# need a good chicken



## ro-h2o (Feb 21, 2005)

Anyone have a good cook for a low cal. chicken soup. I have to drop 25# bye Xmas and need your help. Thanks Scott


----------



## sprtsracer (Apr 27, 2005)

*A little work, but d**n good*

Sicilian Chicken Soup

The cloves used to make the chicken stock give this simple, pure soup a subtle sweet undertone. 


10 cup water
4 celery stalks, each cut into 3 pieces
4 flat-leaf parsley sprigs
2 medium carrots, each cut into 3 pieces
2 large garlic cloves
2 cloves
1 medium leek, trimmed and cut into 3 pieces
1 bay leaf
1 (3-pound) chicken
3 tablespoons uncooked pastina (tiny star-shaped pasta)
2 tablespoons (1/2 ounce) grated fresh Romano cheese
1 teaspoon salt
1/4 teaspoon pepper
1 egg
1 egg white

Combine first 9 ingredients in an 8-quart Dutch oven or stockpot; bring to a boil. Cover, reduce heat, and simmer 2 hours. Remove from heat.
Remove chicken and carrot from broth. Place chicken in a bowl; cover and chill. Dice carrot; cover and chill. Strain broth through a sieve into a large bowl; discard solids. Cover and chill broth at least 24 hours. Skim solidified fat from surface, and discard. Set aside 8 cups broth, reserving remaining broth for another use. Remove chicken from bones; cut into bite-size pieces. Discard bones.
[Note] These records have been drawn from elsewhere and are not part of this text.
/**
 * `kinhue restore <inputs...> --out <dir>`: the batch colourisation run over folders of scans.
 */
import type { ArgumentsCamelCase, Argv, CommandModule } from 'yargs';
import {
  FORMAT_CHOICES, MAX_PARTS, parsePart, partFromScheduler, partLabel, restore, SCHEDULERS, type FormatChoice, type Part, type RestoreEvent, type Scheduler,
} from '../../batch/index.js';
import { UsageError } from '../../errors.js';
import { DECODINGS, type Decoding } from '../../model/index.js';
import { ExitCode } from '../exit-codes.js';
import { Progress } from '../progress.js';
import { onStopSignals } from '../stop-signals.js';
import { formatPlan, formatSummary, progressText, summaryToJson } from '../restore-report.js';

const EXAMPLE = 'kinhue restore demo-photos/scans --out demo-restored';

/** The `restore` command line as yargs parses it. */
export interface RestoreArgs {
  inputs: string[];
  out: string;
  model?: string;
  jobs?: number;
  'work-size'?: number;
  decoding?: Decoding;
  temperature?: number;
  format: FormatChoice;
  quality?: number;
  confidence: boolean;
  force: boolean;
  'dry-run': boolean;
  json: boolean;
  hints?: string | false;
  reference?: string;
  skin: boolean;
  repair: boolean;
  'repaired-scan': boolean;
  part?: string;
  'part-from'?: Scheduler;
  'part-count'?: number;
  verbose?: boolean;
}

/**
 * Checks a parsed `restore` command line. Pure: throws UsageError with an example.
 * @example
 *   check({ inputs: ['scans/'], out: 'restored/' }); // true
 */
export function check(argv: Partial<RestoreArgs>): true {
  const fail = (message: string): never => {
    throw new UsageError(`${message}\nExample usage: ${EXAMPLE}`);
  };
  const inputs = argv.inputs ?? [];
  if (inputs.length === 0 || inputs.some((p) => typeof p !== 'string' || p.trim() === '')) fail('name at least one scan, folder or glob pattern');
  if (typeof argv.out !== 'string' || argv.out.trim() === '') fail('--out needs the folder to write results into');
  if (argv.model !== undefined && (typeof argv.model !== 'string' || argv.model.trim() === '')) fail('--model needs a model folder');
  const { jobs, temperature, quality, format } = argv;
  const size = argv['work-size'];
  if (jobs !== undefined && !(Number.isInteger(jobs) && jobs >= 1 && jobs <= 256)) fail(`--jobs must be a whole number from 1 to 256, got ${jobs}`);
  if (size !== undefined && !(Number.isInteger(size) && size >= 64 && size <= 4096)) fail(`--work-size must be a whole number from 64 to 4096, got ${size}`);
  if (temperature !== undefined && !(Number.isFinite(temperature) && temperature > 0 && temperature <= 1)) {
    fail(`--temperature must be above 0 and at most 1 (lower is more vivid), got ${temperature}`);
  }
  if (argv.decoding !== undefined && !DECODINGS.includes(argv.decoding)) fail(`--decoding must be one of ${DECODINGS.join(', ')}, got ${argv.decoding}`);
  if (argv.decoding === 'least-ciede2000' && temperature !== undefined) fail('--temperature applies to --decoding annealed-mean only');
  if (quality !== undefined && !(Number.isInteger(quality) && quality >= 1 && quality <= 100)) fail(`--quality must be a whole number from 1 to 100, got ${quality}`);
  if (format !== undefined && !FORMAT_CHOICES.includes(format)) fail(`--format must be one of ${FORMAT_CHOICES.join(', ')}, got ${format}`);
  if (argv.hints !== undefined && argv.hints !== false && (typeof argv.hints !== 'string' || argv.hints.trim() === '')) fail('--hints needs the folder holding <name>.hints.json files');
  if (argv.reference !== undefined && (typeof argv.reference !== 'string' || argv.reference.trim() === '')) fail('--reference needs a colour photograph or a folder of them');
  if (argv.part !== undefined) {
    if (typeof argv.part !== 'string') fail('--part must be K/N, part K of N (e.g. 2/3)');
    if (argv['part-from'] !== undefined) fail('give --part or --part-from, not both');
    parsePart(argv.part as string);
  }
  const from = argv['part-from'];
  if (from !== undefined && !SCHEDULERS.includes(from)) fail(`--part-from must be one of ${SCHEDULERS.join(', ')}, got ${from}`);
  const count = argv['part-count'];
  if (count !== undefined) {
    if (from === undefined) fail('--part-count goes with --part-from (with --part, write K/N)');
    if (!(Number.isInteger(count) && count >= 1 && count <= MAX_PARTS)) fail(`--part-count must be a whole number from 1 to ${MAX_PARTS}, got ${count}`);
  }
  return true;
}

/**
 * The part a `restore` command line asks for: --part K/N, or the scheduler's task with --part-from.
 * @example
 *   partOfCommand({ 'part-from': 'slurm' }, process.env); // { index: 2, count: 3 } in Slurm array task 2 of 3
 */
export function partOfCommand(argv: Partial<RestoreArgs>, env: NodeJS.ProcessEnv): Part | undefined {
  if (argv.part !== undefined) return parsePart(argv.part);
  if (argv['part-from'] !== undefined) return partFromScheduler(argv['part-from'], env, argv['part-count']);
  return undefined;
}

export const command: CommandModule<object, RestoreArgs> = {
  command: 'restore <inputs...>',
  describe: 'colourise scans in batches: results keep each scan\'s lightness, size and bit depth',
  builder: (yargs: Argv) =>
    (yargs
      .positional('inputs', { type: 'string', array: true, describe: 'scans: files, folders (searched recursively) and glob patterns' })
      .option('out', { type: 'string', demandOption: true, describe: 'folder for results, confidence maps, records and the run manifest' })
      .option('model', { type: 'string', describe: 'model folder (default: the shipped model, models/kinhue-base)' })
      .option('jobs', { type: 'number', describe: 'files restored at once, each on its own core (default: the number of cores)' })
      .option('work-size', { type: 'number', describe: 'long side in pixels at which the model runs (default 512)' })
      .option('decoding', {
        type: 'string', choices: DECODINGS as string[],
        describe: 'how colour is chosen from the model\'s prediction: least-ciede2000, the colour with the least expected error (muted where unsure), or annealed-mean, more vivid and more often wrong (default: the model\'s)',
      })
      .option('temperature', { type: 'number', describe: 'annealed-mean temperature, above 0 to 1; lower is more vivid (given alone, selects --decoding annealed-mean)' })
      .option('format', { type: 'string', choices: FORMAT_CHOICES as string[], default: 'same', describe: 'output format; same keeps each scan\'s own' })
      .option('quality', { type: 'number', describe: 'JPEG and WebP quality 1-100' })
      .option('confidence', { type: 'boolean', default: true, describe: 'write <name>.confidence.png (white = confident); --no-confidence to skip' })
      .option('force', { type: 'boolean', default: false, describe: 'redo files an earlier run finished' })
      .option('dry-run', { type: 'boolean', default: false, describe: 'list what would run; write nothing' })
      .option('json', { type: 'boolean', default: false, describe: 'print a machine-readable summary on stdout' })
      .option('hints', { type: 'string', describe: 'folder of <name>.hints.json colour hints (they are also found beside each scan; --no-hints to use none); make one with kinhue hints <scan>' })
      .option('reference', { type: 'string', describe: 'a colour photograph of the same scene or people (or a folder of them, for a series) to take colours from' })
      .option('skin', { type: 'boolean', default: true, describe: 'give the faces found a skin hue at the scan\'s own lightness (a guess: check it, correct it with hints); --no-skin to leave faces to the model' })
      .option('repair', { type: 'boolean', default: false, describe: 'take out dust, hairs and scratches before colouring; writes <name>.repair.png, white where a pixel was replaced' })
      .option('repaired-scan', { type: 'boolean', default: false, describe: 'also write the repaired scan without colour, <name>.repaired.<ext>, in the scan\'s own depth (implies --repair)' })
      .option('part', { type: 'string', describe: 'restore part K of N (K/N) of the scans, a share picked by a hash of each output name; the N parts, on as many machines, share one --out folder' })
      .option('part-from', {
        type: 'string', choices: SCHEDULERS as unknown as string[],
        describe: 'take the part from the scheduler: slurm (array task id K of the array\'s task count, the array numbered from 1) or kubernetes (Indexed Job completion index + 1, with --part-count)',
      })
      .option('part-count', { type: 'number', describe: 'the number of parts with --part-from: the Job\'s completions (kubernetes), or the array\'s size for a Slurm task resubmitted alone' })
      .example(EXAMPLE, 'restore the demo album with the shipped model')
      .example('kinhue restore "archive/**/*.tif" --out restored --format png --jobs 2', 'TIFF scans found by a glob, written as PNG on two cores')
      .example('kinhue restore demo-photos/scans --out demo-restored --reference demo-photos/originals/wrenfold-05-billy-goat.jpg', 'colours taken from a reference photograph')
      .example('kinhue restore /archive/scans --out /archive/restored --part-from slurm', 'in a Slurm array job (sbatch --array=1-N): each task restores its part; see kinhue progress')
      .epilog('Run the same command again to finish an interrupted run: finished files are skipped, failed ones retried.\n' +
        'Exit codes: 0 all done, 1 some files failed (listed), 2 usage error, 3 internal error, 4 some hints not used (listed), ' +
        '130 stopped with Ctrl-C, SIGTERM or SIGHUP.') as unknown as Argv<RestoreArgs>)
      .check((argv) => check(argv as Partial<RestoreArgs>)),
  handler: async (argv: ArgumentsCamelCase<RestoreArgs>) => {
    const part = partOfCommand(argv, process.env);
    const progress = new Progress({ plainInterval: 0 });
    const soft = new AbortController();
    const hard = new AbortController();
    let interrupts = 0;
    const onStop = (): void => {
      interrupts++;
      if (interrupts === 1) {
        progress.log('stopping: no new file starts, files in progress finish (Ctrl-C again to stop at once)');
        soft.abort();
      } else hard.abort();
    };
    let runStart = 0;
    const onEvent = (event: RestoreEvent): void => {
      switch (event.type) {
        case 'plan':
          for (const note of event.notes) progress.log(`note: ${note}`);
          for (const f of event.failures) progress.log(`${f.code === 'KH_OUTPUT_CONFLICT' ? 'conflict' : 'failed'}: ${f.rel}: ${f.code} ${f.message}`);
          if (!argv['dry-run']) {
            const of = part ? `${partLabel(part)}: ` : '';
            progress.log(`${of}restoring ${event.toRun} of ${event.files.length} files into ${event.outDir}${event.skipped ? ` (${event.skipped} finished earlier)` : ''}`);
          }
          runStart = performance.now();
          break;
        case 'backend':
          if (argv.verbose) progress.log(`backend: ${event.name} (TensorFlow.js)`);
          if (event.warning) progress.log(`warning: ${event.warning}`);
          break;
        case 'done':
        case 'failed': {
          const text = progressText(event.done, event.failed, event.total, (performance.now() - runStart) / 1000);
          if (event.type === 'failed') progress.log(`failed: ${event.rel}: ${event.failure.code} ${event.failure.message}`);
          else if (!process.stderr.isTTY) progress.log(`done: ${event.rel} -> ${event.output} (${event.seconds.toFixed(1)} s)`);
          if (event.type === 'done') for (const w of event.warnings) progress.log(`  ${event.rel}: ${w}`);
          if (process.stderr.isTTY) progress.update((event.done + event.failed) / event.total, text, true);
          else progress.log(text);
          break;
        }
        case 'start':
        case 'stopping':
          break;
      }
    };
    const release = onStopSignals(onStop);
    let summary;
    try {
      summary = await restore(
        {
          inputs: argv.inputs,
          out: argv.out,
          model: argv.model,
          jobs: argv.jobs,
          workSize: argv['work-size'],
          decoding: argv.decoding,
          temperature: argv.temperature,
          format: argv.format,
          quality: argv.quality,
          confidence: argv.confidence,
          force: argv.force,
          dryRun: argv['dry-run'],
          hints: argv.hints,
          reference: argv.reference,
          skin: argv.skin,
          repair: argv.repair,
          repairedScan: argv['repaired-scan'],
          part,
          signal: soft.signal,
          hardSignal: hard.signal,
        },
        onEvent,
      );
    } finally {
      release();
      progress.done();
    }
    if (argv.json) process.stdout.write(summaryToJson(summary));
    else {
      if (summary.dryRun) console.log(formatPlan(summary.files));
      console.log(formatSummary(summary));
    }
    process.exitCode = summary.interrupted ? ExitCode.INTERRUPTED
      : summary.failed.length ? ExitCode.SOME_FAILED
      : summary.hintsNotUsed.length ? ExitCode.HINTS_NOT_USED
      : ExitCode.OK;
  },
};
Combine chicken, carrot, and 8 cups broth in Dutch oven; bring to a boil. Add pastina, Romano cheese, salt, and pepper; cook 5 minutes.

Combine egg and egg white; stir well, and slowly drizzle into boiling broth mixture, stirring constantly. Immediately remove from heat. 

Yield: 9 cups (serving size: 1 1/2 cups)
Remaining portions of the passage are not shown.